I visited St. Louis often, and met some amazing people there. I saw my first opera there!! It is wonderful to connect with you and know that we are together awakening to a spiritual presence that is sacred and filled with peace.
love~light~
murielle7
murielle7, I was taught that the number forty signified the time period for spirit to overcome matter. In numerology this is part of the mystery of the number four which is fate.

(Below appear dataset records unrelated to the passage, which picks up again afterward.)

/**
 * One district's season, computed without I/O: the vector clock of each of its profiles, then the
 * tier inputs (docs/tier.md) and the tier with low / central / high variants.
 */
import {
  computeSeasonColumns, createSeasonColumns, epiWeek, formatIsoDate, isLeapYear, parseIsoDate, type EpiWeekSystem, getProfile, findProfile, type SeasonColumns, type SeasonColumnsInput,
  weeksInYear,
} from '../../shared/model';
import { aggregateLarvalIndices } from '../../shared/signals';
import { buildSignals } from '../cases/case-signals';
import { firstOpenWeek, isOpenWeek } from '../cases/case-weeks';
import { DataProblem } from '../http/problem-reason';
import { computeTier, type TierInputs, type TierResult, type TierSettings } from '../../shared/tier';
import type { CaseRow, DistrictForRun, SurveyRow, VectorClockSeries, WeatherColumns } from './season.repository';

export interface DistrictSeasonInput {
  district: DistrictForRun;
  asOf: string;
  seasonYear: number;
  /** This season's daily weather from 1 January to the as-of date, dense (NaN where unknown). */
  weather: WeatherColumns;
  /** Weather of earlier seasons (for "generations against the usual"), by year, each from 1 January. */
  priorWeather: Map<number, WeatherColumns>;
  cases: CaseRow[];
  excludedYears: Map<string, number[]>;
  /** The district's closed weeks ("year:week"); with `deadlineDays` they tell open weeks from complete ones. */
  closedWeeks?: ReadonlySet<string>;
  /** CASE_REPORT_DEADLINE_DAYS (default 3). */
  deadlineDays?: number;
  surveys: SurveyRow[];
  settings: TierSettings;
  epiSystem: EpiWeekSystem;
  channelMethod: 'geometric' | 'quartile' | 'mean-2sd';
  cusum: { k: number; h: number };
}

export interface DistrictSeasonResult {
  /** The vector clock of each profile over the season (copied out of the shared scratch columns). */
  series: VectorClockSeries[];
  tier: TierResult;
  tierLow: TierResult;
  tierHigh: TierResult;
  profileId: string | null;
  /** Cases of the newest complete week (`casesWeek`), summed over the diseases reported in it (`casesDiseaseIds`). */
  casesThisWeek: number | null;
  casesWeek: { year: number; week: number } | null;
  casesDiseaseIds: string[] | null;
  channelZone: 'below' | 'within' | 'above' | null;
  latestWeather: string | null;
  /** Codes with parameters; the Season runs screen words them (`warning.<code>`). */
  warnings: { code: string; params?: Record<string, string | number | null> }[];
}

const mean = (xs: number[]) => (xs.length ? xs.reduce((a, b) => a + b, 0) / xs.length : null);
const daysBetween = (a: string, b: string) => parseIsoDate(b) - parseIsoDate(a);
// An assigned 02-29 biofix falls back to 28 February in common years, as a profile's default does.
const biofixFor = (monthDay: string | null, year: number) =>
  monthDay ? `${year}-${monthDay === '02-29' && !isLeapYear(year) ? '02-28' : monthDay}` : undefined;
const orNull = (x: number) => (Number.isNaN(x) ? null : x);

// One output buffer per process, reused for every district and profile (the season run is sequential).
let scratch: SeasonColumns | null = null;
function columnsFor(profileId: string, lat: number, biofix: string | undefined, input: SeasonColumnsInput): SeasonColumns {
  const n = input.length ?? input.tmin.length;
  if (!scratch || scratch.capacity < n) scratch = createSeasonColumns(Math.max(n, 400));
  return computeSeasonColumns(getProfile(profileId), { lat, biofix }, input, scratch);
}

/** Generations by this day of the year, this season ÷ the mean of earlier seasons (null without them). */
function generationsRatio(input: DistrictSeasonInput, profileId: string, biofix: string | null, now: number): number | null {
  if (input.district.lat === null) return null;
  const md = input.asOf.slice(5);
  const prior: number[] = [];
  for (const [year, days] of input.priorWeather) {
    if (days.rows < 300) continue; // an earlier season needs most of its days to be "usual"
    const upTo = daysBetween(days.startDate, `${year}-${md === '02-29' && !isLeapYear(year) ? '02-28' : md}`) + 1;
    const c = columnsFor(profileId, input.district.lat, biofixFor(biofix, year), { ...days, length: Math.min(upTo, days.length) });
    prior.push(c.generations[c.length - 1]);
  }
  const usual = mean(prior);
  return usual && usual > 0 ? now / usual : null;
}

/** Weekly counts by disease and epidemiological year, as the case ledger's signals take them. */
function countsByDisease(cases: CaseRow[]): Map<string, Map<number, (number | null)[]>> {
  const out = new Map<string, Map<number, (number | null)[]>>();
  for (const r of cases) {
    let years = out.get(r.diseaseId);
    if (!years) out.set(r.diseaseId, (years = new Map()));
    let weeks = years.get(r.epiYear);
    if (!weeks) years.set(r.epiYear, (weeks = []));
    weeks[r.epiWeek - 1] = r.cases;
  }
  return out;
}

/**
 * The case driver's inputs: the newest reported complete week up to the as-of week (an open week —
 * reporting deadline not passed, not closed — holds a partial count and is never read as complete), and for each disease its
 * channel zone, C2 alarm and growth from the case ledger's own signals (server/cases/case-signals.ts),
 * so the tier reads the same figures as the district cases page. The disease with the strongest signal wins.
 */
function caseInputs(input: DistrictSeasonInput) {
  const now = epiWeek(input.asOf, input.epiSystem);
  const deadlineDays = input.deadlineDays ?? 3;
  const closed = input.closedWeeks ?? new Set<string>();
  const open = (year: number, week: number) => isOpenWeek(year, week, input.epiSystem, deadlineDays, input.asOf, closed.has(`${year}:${week}`));
  let latest: { year: number; week: number } | null = null;
  for (const r of input.cases) {
    const beforeNow = r.epiYear < now.year || (r.epiYear === now.year && r.epiWeek <= now.week);
    if (beforeNow && !open(r.epiYear, r.epiWeek) && (!latest || r.epiYear > latest.year || (r.epiYear === latest.year && r.epiWeek > latest.week)))
      latest = { year: r.epiYear, week: r.epiWeek };
  }
  if (!latest) return { zone: null, aberrationAlarm: null, growthRatio: null, cases: null, ageWeeks: null, week: null, diseaseIds: null };
  const closedThisYear = new Set([...closed].filter((k) => k.startsWith(`${latest!.year}:`)).map((k) => Number(k.split(':')[1])));
  const openFrom = firstOpenWeek(latest.year, latest.week, input.epiSystem, deadlineDays, input.asOf, closedThisYear);
  const ageWeeks = latest.year === now.year ? now.week - latest.week : now.week + weeksInYear(latest.year, input.epiSystem) - latest.week;
  let best: { rank: number; zone: 'below' | 'within' | 'above' | null; alarm: boolean | null; growth: number | null } | null = null;
  let total = 0;
  const diseaseIds: string[] = [];
  for (const [diseaseId, counts] of countsByDisease(input.cases)) {
    const x = counts.get(latest.year)?.[latest.week - 1];
    if (x === undefined || x === null) continue;
    total += x;
    diseaseIds.push(diseaseId);
    const week = buildSignals({
      year: latest.year, lastWeek: latest.week, weeksInTargetYear: weeksInYear(latest.year, input.epiSystem), counts,
      excludedYears: input.excludedYears.get(`${input.district.id}:${diseaseId}`) ?? [], method: input.channelMethod,
      cusum: input.cusum, population: null, openFrom,
    }).weeks[latest.week - 1];
    const { zone } = week;
    const alarm = week.c2.alarm;
    const growth = week.growth.ratio;
    const rank = (zone === 'above' ? 4 : zone === 'within' ? 2 : 0) + (alarm ? 2 : 0) + Math.min(1, Math.max(0, (growth ?? 1) - 1));
    if (!best || rank > best.rank) best = { rank, zone, alarm, growth };
  }
  return {
    zone: best?.zone ?? null,
    aberrationAlarm: best?.alarm ?? null,
    growthRatio: best?.growth ?? null,
    cases: total,
    // Weeks still open are not yet due: the count's age is measured from the newest week that could be complete.
    ageWeeks: Math.max(0, (latest.year === now.year && latest.week === now.week ? 0 : ageWeeks) - openWeeksBefore(now, open, input.epiSystem)),
    week: latest,
    diseaseIds: diseaseIds.sort(),
  };
}

/** How many weeks, counting back from `now`, are still open (at most 12). */
function openWeeksBefore(now: { year: number; week: number }, open: (year: number, week: number) => boolean, system: EpiWeekSystem) {
  let { year, week } = now;
  let n = 0;
  while (n < 12 && open(year, week)) {
    n++;
    week -= 1;
    if (week === 0) {
      year -= 1;
      week = weeksInYear(year, system);
    }
  }
  return n;
}

export function computeDistrictSeason(input: DistrictSeasonInput): DistrictSeasonResult {
  const series: VectorClockSeries[] = [];
  const warnings: DistrictSeasonResult['warnings'] = [];
  const { district } = input;
  if (district.profiles.length === 0) warnings.push({ code: 'no_profiles' });
  if (input.weather.rows === 0) warnings.push({ code: 'missing_weather' });
  if (district.lat === null) warnings.push({ code: 'no_position' });
  // A stored profile the model does not know is this district's fault, named as such (not a bare RangeError).
  for (const { profileId } of district.profiles) if (!findProfile(profileId)) throw new DataProblem('unknown_profile', { profileId });

  type Candidate = { profileId: string; biofix: string | null; rvc: number | null; rvcLow: number | null; rvcHigh: number | null;
    seasonOpen: boolean; eipShare: number | null; eipShareLow: number | null; eipShareHigh: number | null; generations: number };
  const candidates: Candidate[] = [];
  const weatherCols = input.weather;
  for (const { profileId, biofix } of district.profiles) {
    if (input.weather.rows === 0 || district.lat === null) continue;
    const c = columnsFor(profileId, district.lat, biofixFor(biofix, input.seasonYear), weatherCols);
    const n = c.length;
    const f32 = (col: Float64Array) => Float32Array.from(col.subarray(0, n));
    series.push({
      profileId, startDay: parseIsoDate(weatherCols.startDate), length: n,
      degreeDays: f32(c.degreeDays), cumulativeDegreeDays: f32(c.cumulativeDegreeDays), complete: c.complete.slice(0, n),
      generations: f32(c.generations), eipDays: f32(c.eipDays), survival: f32(c.survival), survivalThroughEip: f32(c.survivalThroughEip),
      eipShare: f32(c.eipShareInLifetime), rvc: f32(c.relativeVectorialCapacity), rvcLow: f32(c.relativeVectorialCapacityLow),
      rvcHigh: f32(c.relativeVectorialCapacityHigh), seasonOpen: c.seasonOpen.slice(0, n),
    });
    const recent = (col: Float64Array) => mean([...col.subarray(Math.max(0, n - 14), n)].filter((v) => !Number.isNaN(v)));
    candidates.push({
      profileId, biofix,
      rvc: recent(c.relativeVectorialCapacity), rvcLow: recent(c.relativeVectorialCapacityLow), rvcHigh: recent(c.relativeVectorialCapacityHigh),
      seasonOpen: c.seasonOpen[n - 1] === 1,
      eipShare: orNull(c.eipShareInLifetime[n - 1]), eipShareLow: orNull(c.eipShareInLifetimeLow[n - 1]), eipShareHigh: orNull(c.eipShareInLifetimeHigh[n - 1]),
      generations: c.generations[n - 1],
    });
  }
  // The profile most favoured by this season's weather drives the climate and vector clock drivers.
  const primary = candidates.sort((a, b) => (b.rvc ?? -1) - (a.rvc ?? -1))[0] ?? null;
  const larval = input.surveys.length ? aggregateLarvalIndices(input.surveys as never) : null;
  const cases = caseInputs(input);
  let latestWeather: string | null = null;
  for (let i = input.weather.length - 1; i >= 0; i--) {
    if (input.weather.tmin[i] === input.weather.tmin[i]) {
      latestWeather = formatIsoDate(parseIsoDate(input.weather.startDate) + i);
      break;
    }
  }

  const genRatio = primary ? generationsRatio(input, primary.profileId, primary.biofix, primary.generations) : null;
  const build = (variant: 'central' | 'low' | 'high'): TierInputs => {
    const share = primary?.eipShare ?? null;
    const shareRange = primary ? { low: primary.eipShareLow, high: primary.eipShareHigh } : null;
    return {
      climate: {
        rvc14: primary ? (variant === 'low' ? primary.rvcLow : variant === 'high' ? primary.rvcHigh : primary.rvc) : null,
        seasonOpen: primary ? primary.seasonOpen : null,
      },
      vectorClock: {
        eipShare: variant === 'low' ? (shareRange?.low ?? share) : variant === 'high' ? (shareRange?.high ?? share) : share,
        generationsRatio: genRatio,
      },
      larval: { breteau: larval?.breteau ?? null, house: larval?.house ?? null },
      cases: { zone: cases.zone, aberrationAlarm: cases.aberrationAlarm, growthRatio: cases.growthRatio, cases: cases.cases },
      weatherAgeDays: latestWeather ? daysBetween(latestWeather, input.asOf) : null,
      caseAgeWeeks: cases.ageWeeks,
    };
  };
  const central = build('central');
  const tier = computeTier(central, input.settings);
  if (tier.confidence !== 'ok') warnings.push({ code: `tier_${tier.confidence}` });
  return {
    series,
    tier,
    tierLow: computeTier(build('low'), input.settings),
    tierHigh: computeTier(build('high'), input.settings),
    profileId: primary?.profileId ?? null,
    casesThisWeek: cases.cases,
    casesWeek: cases.week,
    casesDiseaseIds: cases.diseaseIds,
    channelZone: cases.zone,
    latestWeather,
    warnings,
  };
}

In the sixties there was a lot of violence associated with politics and the unrest and the rebellion went to the streets. This time we have a chance to bring forth our spirit from the level of soul in a more mature and peaceful way to make for change. As Mary bumped the post on patience, this is how we find our soul as a living prayer to be brought forward as the light of the world without the anger of the sixties.
I thought it was interesting that the first people to jump on the bandwagon of Obama was the Kennedy family who were the standard bearer of Camelot's idealism that ended in VietNam and the horrors of war. Now 40 years later, another war and another idealistic candidate perhaps to help us heal the original wound of VietNam for the sixties generation if we allow it on the soul level of being.
Carol
Carol, in rereading your post, I wanted to bump this up for others to see since peace seems to be a hot topic right now~~
I love your line, 'this time we have a chance to bring forth our spirit from the level of soul in a more mature and peaceful way to make for change.'
this is an opportunity, the window, the open door, portal, whatever we wish to call it, to BE present and therefore BRING Presence into manifestation.